Village in Valais, Switzerland

Haute-Nendaz is a village in the municipality of Nendaz, Canton Valais, Switzerland. It is situated on plateau at an altitude between 1300m and 1500m. In winter, it forms part of the 4 Vallées ski resort and is one of the most extensive ski areas in Europe, with a ski area of over 400 km.

It is located close to Sion, the capital of Valais.

== History ==
Earliest documents date Nendaz back to 985. Until the 19th century, the Nendaz community was largely based on agriculture. When traces of gold were found, the region went through a brief gold rush. The main source of mineral wealth remains carbon extracted from Aproz.

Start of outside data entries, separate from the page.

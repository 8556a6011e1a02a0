// The chunk jobs of a split event file (lib/queue/event-flow.ts): each one histograms one contiguous event range
// onto the momentum grid and stores the partial histogram under its deterministic key (./event-chunk-store.ts).
// Any number of chunk workers may run on any machine that reaches the same MariaDB, Redis and S3.
//
// Idempotent: storing a chunk again overwrites its row, so a chunk that runs twice (its worker was killed after
// storing but before BullMQ heard of it, or in the middle of the range) is still summed once by the merge.
// A killed worker stops renewing its lock; after WORKER_LOCK_MS the stalled-job check of another chunk worker moves
// the chunk back to waiting and it is done again from its first event. The lock is kept while a chunk runs because
// the range is read and counted in slices of `events.chunk_events` with an await after each (one slice of 10⁶
// events takes well under a second, EVENTS in the README's bench section).
//
// The raw file is downloaded (and its SHA-256 checked) once per worker process and request, then reused by every
// chunk of that request the process takes; it is removed when a chunk of another request arrives or the worker
// stops.
import { mkdtemp, rm } from 'node:fs/promises';
import { tmpdir } from 'node:os';
import path from 'node:path';
import { type Job, UnrecoverableError, Worker } from 'bullmq';
import { getDb } from '@/lib/db';
import { downloadVerified, StoredFileMismatchError } from '@/lib/ingest/verify';
import { log } from '@/lib/log';
import { createRedisConnection } from '@/lib/queue/connection';
import { EVENT_CHUNK_QUEUE, type EventChunkJobData, eventChunkJobDataSchema } from '@/lib/queue/event-flow';
import { REDUCTION_ATTEMPTS, REDUCTION_BACKOFF_TYPE, reductionBackoffMs } from '@/lib/queue/reduction-queue';
import { AnalysisSettingsVersion, DetectorCalibrationVersion, RawFile, ReductionJob, Scan } from '@/models';
import { histogramEventRange } from '@/reduction/events/event-range';
import { eventSettingsOf } from '@/reduction/events/reduce-events';
import { openScanOrEventsPath } from '@/reduction/hdf5/node';
import { ScanFileRefusedError } from '@/reduction/hdf5/problems';
import { type ChunkPartKey, countChunkParts, deleteChunkParts, putChunkPart } from './event-chunk-store';
import { describeAttempt, explainFailure, ReductionRefusedError } from './failure';
import { preflightEvents } from './preflight';
import { markReductionFailed } from './reduce-scan';
import { WORKER_LOCK_MS, WORKER_MAX_STALLED, WORKER_STALLED_INTERVAL_MS } from './worker';

const clog = log.child({ surface: 'reduction', part: 'event-chunk' });

export interface ChunkContext {
  attemptsMade: number;
  maxAttempts: number;
  /** Awaited after each slice of the range (fraction of the chunk done) and once more after the part was stored. */
  onProgress?: (data: EventChunkJobData, phase: 'events' | 'stored', fraction: number) => Promise<void> | void;
}

export interface ChunkOutcome {
  chunkIndex: number;
  /** true when the request was already closed and nothing was counted. */
  skipped: boolean;
  kept: number;
}

// RAW FILE CACHE //

interface CachedFile {
  rawFileId: number;
  dir: string;
  path: Promise<string>;
  users: number;
}
let cached: CachedFile | null = null;

async function dropCache(): Promise<void> {
  const c = cached;
  cached = null;
  if (c) await rm(c.dir, { recursive: true, force: true }).catch(() => undefined);
}

/** The verified raw file of a request on local disk (downloaded at most once per process while it is in use). */
async function acquireRawFile(file: RawFile): Promise<{ path: string; release: () => void }> {
  if (cached && cached.rawFileId !== file.id && cached.users === 0) await dropCache();
  let entry = cached && cached.rawFileId === file.id ? cached : null;
  let own: string | null = null;
  if (!entry) {
    const dir = await mkdtemp(path.join(tmpdir(), `lobeline-chunk-${file.id}-`));
    const target = path.join(dir, 'raw.h5');
    const download = downloadVerified(file.bucket, file.storage_key, target, {
      sha256: file.sha256,
      sizeBytes: Number(file.size_bytes),
    }).then(() => target);
    entry = { rawFileId: file.id, dir, path: download, users: 0 };
    // a second request's file while the first is still in use (concurrency > 1): kept apart, removed after use
    if (cached) own = dir;
    else cached = entry;
  }
  entry.users++;
  const e = entry;
  const release = () => {
    e.users--;
    if (own) void rm(own, { recursive: true, force: true }).catch(() => undefined);
  };
  try {
    return { path: await e.path, release };
  } catch (err) {
    release();
    if (cached === e) await dropCache();
    if (err instanceof StoredFileMismatchError && err.found.bytes === err.expected.sizeBytes) {
      throw new ReductionRefusedError(err.message);
    }
    throw err;
  }
}

// PROCESSOR //

/**
 * Runs one chunk job: reads and counts its range, stores the part (overwriting an earlier run's), then records
 * the chunks stored so far as the request's progress.
 *
 * @throws the original error for transient problems (BullMQ retries), ReductionRefusedError for permanent ones
 */
export async function processEventChunk(data: EventChunkJobData, ctx: ChunkContext): Promise<ChunkOutcome> {
  getDb(); // initialises the models in a process that has not touched the database yet
  const { reductionJobId, scanId, calibrationId, settingsId, chunkIndex, chunks, range } = data;
  const row = await ReductionJob.findByPk(reductionJobId);
  if (!row || row.status === 'failed' || row.status === 'succeeded') {
    // the request was closed (failed, or a merge already committed it): nothing to count
    return { chunkIndex, skipped: true, kept: 0 };
  }
  let release: (() => void) | null = null;
  let scanFile: { close(): void } | null = null;
  try {
    const scan = await Scan.findByPk(scanId);
    if (!scan) throw new ReductionRefusedError('The scan was deleted before it could be reduced.');
    const [file, cal, set] = await Promise.all([
      RawFile.findByPk(scan.raw_file_id),
      DetectorCalibrationVersion.findByPk(calibrationId),
      AnalysisSettingsVersion.findByPk(settingsId),
    ]);
    if (!file || file.deleted_at) throw new ReductionRefusedError('The raw file of this scan is no longer stored.');
    if (!cal || !set) throw new ReductionRefusedError('The chosen calibration or settings version no longer exists.');
    const { calibration, settings } = preflightEvents(cal.body, set.body, {
      calibration: `calibration v${cal.version}`,
      settings: `settings v${set.version}`,
    });
    const local = await acquireRawFile(file);
    release = local.release;
    // the calibration's spectrometer values complete a file that lacks some (the counting uses data.spectrometer)
    const opened = await openScanOrEventsPath(local.path, { spectrometer: calibration.spectrometer ?? null });
    if (!opened.ok) throw new ScanFileRefusedError(opened.problems);
    scanFile = opened.scan;
    if (opened.kind !== 'events') throw new ReductionRefusedError('The raw file of this scan is not an event file.');
    const slice = eventSettingsOf(settings).chunk_events;
    const part = await histogramEventRange(opened.scan, range, data.spectrometer, settings, slice, async (done, n) => {
      await ctx.onProgress?.(data, 'events', done / n);
      // Let timers (lock renewal) run between slices.
      await new Promise((resolve) => setImmediate(resolve));
    });
    scanFile.close();
    scanFile = null;
    const key: ChunkPartKey = { reductionJobId, calibrationId, settingsId, softwareVersion: data.softwareVersion };
    await putChunkPart(key, { chunkIndex, ...range, tally: part.tally, gridN: part.gridN, hist: part.hist });
    const done = await countChunkParts(key);
    await ReductionJob.update(
      { chunks_done: done, progress: 0.05 + 0.85 * (done / chunks) },
      { where: { id: reductionJobId, status: ['queued', 'running'] } },
    );
    await ctx.onProgress?.(data, 'stored', 1);
    return { chunkIndex, skipped: false, kept: part.tally.kept };
  } catch (err) {
    const ex = explainFailure(err);
    const attemptNo = ctx.attemptsMade + 1;
    const outcome = describeAttempt(ex, attemptNo, ctx.maxAttempts, reductionBackoffMs(attemptNo));
    clog.warn('chunk attempt failed', { reductionJobId, chunkIndex, attemptNo, final: outcome.final, err });
    if (outcome.final) {
      await markReductionFailed({
        reductionJobId,
        scanId,
        message: `Chunk ${chunkIndex + 1} of ${chunks}: ${outcome.jobMessage}`,
        attempts: attemptNo,
      });
      // the request is closed: its stored parts will never be merged
      await deleteChunkParts(reductionJobId).catch(() => undefined);
    }
    if (ex.transient && !outcome.final) throw err;
    throw err instanceof ReductionRefusedError ? err : new ReductionRefusedError(outcome.jobMessage);
  } finally {
    try {
      scanFile?.close();
    } catch {
      // already closed
    }
    release?.();
  }
}

// WORKER //

export interface EventChunkWorkerOptions {
  /** Chunks at once in this process (default 1: counting is CPU-bound). */
  concurrency?: number;
  name?: string;
  onProgress?: ChunkContext['onProgress'];
}

/** Starts a chunk worker in this process; `close()` waits for the running chunk and removes the cached file. */
export function startEventChunkWorker(options: EventChunkWorkerOptions = {}): {
  worker: Worker<EventChunkJobData, ChunkOutcome>;
  close: () => Promise<void>;
} {
  const connection = createRedisConnection('event-chunk-worker');
  const worker = new Worker<EventChunkJobData, ChunkOutcome>(
    EVENT_CHUNK_QUEUE,
    async (job: Job<EventChunkJobData, ChunkOutcome>) => {
      const parsed = eventChunkJobDataSchema.safeParse(job.data);
      if (!parsed.success) throw new UnrecoverableError(`malformed chunk payload for ${job.id}`);
      try {
        return await processEventChunk(parsed.data, {
          attemptsMade: job.attemptsMade,
          maxAttempts: job.opts.attempts ?? REDUCTION_ATTEMPTS,
          onProgress: async (d, phase, f) => {
            if (phase === 'events') await job.updateProgress(Math.round(f * 1000) / 10);
            await options.onProgress?.(d, phase, f);
          },
        });
      } catch (err) {
        if (err instanceof ReductionRefusedError) throw new UnrecoverableError(err.message);
        throw err;
      }
    },
    {
      connection,
      concurrency: options.concurrency ?? 1,
      name: options.name,
      // the same lock as the reduction worker (./worker.ts): a killed chunk worker's chunk is redone after 5 s
      lockDuration: WORKER_LOCK_MS,
      stalledInterval: WORKER_STALLED_INTERVAL_MS,
      maxStalledCount: WORKER_MAX_STALLED,
      settings: {
        backoffStrategy: (attemptsMade, type) =>
          type === REDUCTION_BACKOFF_TYPE ? reductionBackoffMs(attemptsMade) : reductionBackoffMs(1),
      },
    },
  );
  worker.on('failed', (job, err) => {
    if (!job) return;
    // A chunk that stalled too often never reached the catch block above: close the request here.
    if (/stalled/i.test(err?.message ?? '')) {
      const data = eventChunkJobDataSchema.safeParse(job.data);
      if (data.success) {
        void markReductionFailed({
          reductionJobId: data.data.reductionJobId,
          scanId: data.data.scanId,
          message:
            `The worker counting chunk ${data.data.chunkIndex + 1} of ${data.data.chunks} stopped several times in ` +
            'the middle of it (it crashed or ran out of memory). Check the worker machines; then reduce the scan again.',
          attempts: job.attemptsMade + 1,
        }).then(() => deleteChunkParts(data.data.reductionJobId).catch(() => undefined));
      }
    }
  });
  worker.on('error', (err) => clog.warn('chunk worker error', { err }));
  let closed = false;
  return {
    worker,
    close: async () => {
      if (closed) return;
      closed = true;
      await worker.close();
      await connection.quit().catch(() => connection.disconnect());
      await dropCache();
    },
  };
}
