// The planning half of a split event file: called by the reduction job (./reduce-scan.ts) once the file is opened
// and checked. Files of at most EVENT_SPLIT_EVENTS events stay in the one job; larger ones become a flow of chunk
// jobs and one merge job (lib/queue/event-flow.ts).
import { getEnv } from '@/lib/env';
import { log } from '@/lib/log';
import { addEventFlow, type EventPlan, planEventChunks } from '@/lib/queue/event-flow';
import { type ReductionJobData, type ReductionJobOutcome, reductionJobId } from '@/lib/queue/reduction-queue';
import { ReductionJob } from '@/models';
import { SOFTWARE_VERSION } from '@/reduction/formats';
import type { EventScanFile } from '@/reduction/hdf5/event-reader';
import { countChunkParts } from './event-chunk-store';

const plog = log.child({ surface: 'reduction', part: 'event-split' });

/** Whether an event file of `nEvents` events is reduced as chunk jobs (more than EVENT_SPLIT_EVENTS). */
export function shouldSplitEvents(nEvents: number): boolean {
  return nEvents > getEnv().EVENT_SPLIT_EVENTS;
}

/** The plan of a split file: chunk ranges of EVENT_CHUNK_JOB_EVENTS and what the merge needs of the file. */
export function eventPlanOf(
  scan: EventScanFile,
  extra: { overrides: Record<string, string | number> | null; readerWarnings: string[]; chunkEvents?: number },
): EventPlan {
  const ev = scan.events;
  return {
    chunks: planEventChunks(ev.stepStart, ev.stepEvents, extra.chunkEvents ?? getEnv().EVENT_CHUNK_JOB_EVENTS),
    meta: scan.meta as unknown as Record<string, unknown>,
    nEvents: ev.nEvents,
    spectrometer: {
      ...ev.spectrometer,
      detector_center_mm: [ev.spectrometer.detector_center_mm[0], ev.spectrometer.detector_center_mm[1]],
    },
    spectrometerSource: { ...ev.spectrometerSource },
    readerWarnings: [...extra.readerWarnings],
    overrides: extra.overrides,
    softwareVersion: SOFTWARE_VERSION,
  };
}

/**
 * Adds the flow of a large event file and points the request at its merge job.
 *
 * @returns the outcome of the planning job (no result yet: the merge job commits it)
 */
export async function handOffEventFile(input: {
  data: ReductionJobData;
  scan: EventScanFile;
  overrides: Record<string, string | number> | null;
  readerWarnings: string[];
}): Promise<ReductionJobOutcome> {
  const { data } = input;
  const plan = eventPlanOf(input.scan, { overrides: input.overrides, readerWarnings: input.readerWarnings });
  const base = reductionJobId(data.scanId, data.calibrationId, data.settingsId);
  const mergeId = await addEventFlow({ data, queueJobId: base, plan });
  // a plan made again (the first planner died after adding the flow) keeps the chunks already stored
  const stored = await countChunkParts({
    reductionJobId: data.reductionJobId,
    calibrationId: data.calibrationId,
    settingsId: data.settingsId,
    softwareVersion: plan.softwareVersion,
  });
  await ReductionJob.update(
    {
      queue_job_id: mergeId,
      chunks_total: plan.chunks.length,
      chunks_done: stored,
      chunks_redone: null,
      progress: 0.05 + 0.85 * (stored / plan.chunks.length),
    },
    { where: { id: data.reductionJobId } },
  );
  plog.info('event file split into chunk jobs', {
    scanId: data.scanId,
    reductionJobId: data.reductionJobId,
    events: plan.nEvents,
    chunks: plan.chunks.length,
    mergeId,
  });
  return { resultId: null, reusedExisting: false, handedOffTo: mergeId };
}
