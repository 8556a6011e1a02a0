// The BullMQ consumer of `lobeline-models` (issue 13): runs the ensemble of one model_cache row and writes its
// progress (trajectories done of the total, at most about once a second) and then its result into the row, which the
// comparison page reads through GET /api/comparisons/models. The ensemble yields to the event loop every 250
// trajectories (lib/comparison/models.ts), well inside the lock's renewal period.
import { type Job, UnrecoverableError, Worker } from 'bullmq';
import { computeEnsembleCurve, type EnsembleParams } from '@/lib/comparison/models';
import { log } from '@/lib/log';
import { createRedisConnection } from '@/lib/queue/connection';
import { MODEL_QUEUE, type ModelJobData, modelJobDataSchema } from '@/lib/queue/model-queue';
import { ModelCacheEntry } from '@/models';
import { WORKER_LOCK_MS, WORKER_STALLED_INTERVAL_MS } from './worker';

const mlog = log.child({ surface: 'comparison', part: 'model-worker' });

/** Shortest time between two progress writes to MariaDB (ms). */
export const MODEL_PROGRESS_WRITE_MS = 1_000;

/** Runs one model job: the ensemble of its row, progress and result into the row. Exported for the tests. */
export async function processModelJob(data: ModelJobData, updateProgress?: (pct: number) => Promise<void>) {
  const row = await ModelCacheEntry.findByPk(data.cacheId);
  if (!row || row.param_hash !== data.paramHash) throw new UnrecoverableError(`no model_cache row ${data.cacheId}`);
  if (row.state === 'done') return { cacheId: row.id, reused: true };
  if (row.model !== 'ensemble') throw new UnrecoverableError(`model ${row.model} does not run on the queue`);
  const params = row.params as unknown as EnsembleParams;
  const total = params.intensitiesWcm2.length * params.trajectories;
  await row.update({ state: 'running', progress_done: 0, progress_total: total, error: null });
  const t0 = performance.now();
  let last = 0;
  try {
    const curve = await computeEnsembleCurve(params, async (done) => {
      const now = performance.now();
      if (now - last < MODEL_PROGRESS_WRITE_MS && done < total) return;
      last = now;
      await row.update({ progress_done: done });
      await updateProgress?.(Math.round((100 * done) / total));
    });
    await row.update({
      state: 'done',
      progress_done: total,
      result: curve as unknown as Record<string, unknown>,
      compute_ms: Math.round(performance.now() - t0),
    });
    return { cacheId: row.id, reused: false };
  } catch (err) {
    await row
      .update({ state: 'failed', error: (err as Error).message?.slice(0, 500) ?? 'unknown error' })
      .catch(() => undefined);
    throw err;
  }
}

/** Starts a model worker in this process; `close()` waits for the running job and ends its Redis connection. */
export function startModelWorker(options: { name?: string; concurrency?: number } = {}): {
  worker: Worker<ModelJobData>;
  close: () => Promise<void>;
} {
  const connection = createRedisConnection('model-worker');
  const worker = new Worker<ModelJobData>(
    MODEL_QUEUE,
    async (job: Job<ModelJobData>) => {
      const parsed = modelJobDataSchema.safeParse(job.data);
      if (!parsed.success) throw new UnrecoverableError(`malformed model job payload for ${job.id}`);
      return processModelJob(parsed.data, (p) => job.updateProgress(p));
    },
    {
      connection,
      concurrency: options.concurrency ?? 1,
      name: options.name,
      lockDuration: WORKER_LOCK_MS,
      stalledInterval: WORKER_STALLED_INTERVAL_MS,
      maxStalledCount: 2,
    },
  );
  worker.on('error', (err) => mlog.warn('model worker error', { err }));
  let closed = false;
  return {
    worker,
    close: async () => {
      if (closed) return;
      closed = true;
      await worker.close();
      await connection.quit().catch(() => connection.disconnect());
    },
  };
}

When Switzerland's tourism industry blossomed again after World War II, Nendaz started their first cablecart lift and the start of Télénendaz. Nendaz went into rapid expansion afterwards. Large chalets were rapidly being built on previously forested areas, and more ski resorts were added, namely in Siviez (then named Super-Nendaz).

By the 1970s, the resort was already struggling to cope with large queues at the ticket offices, and the mountain cablecars were barely able to manage the crowds during the winter holidays. Nowadays, renovations have been made with the most recent addition a new cable car linking Siviez and Plan du Fou (2430m, ski area) together.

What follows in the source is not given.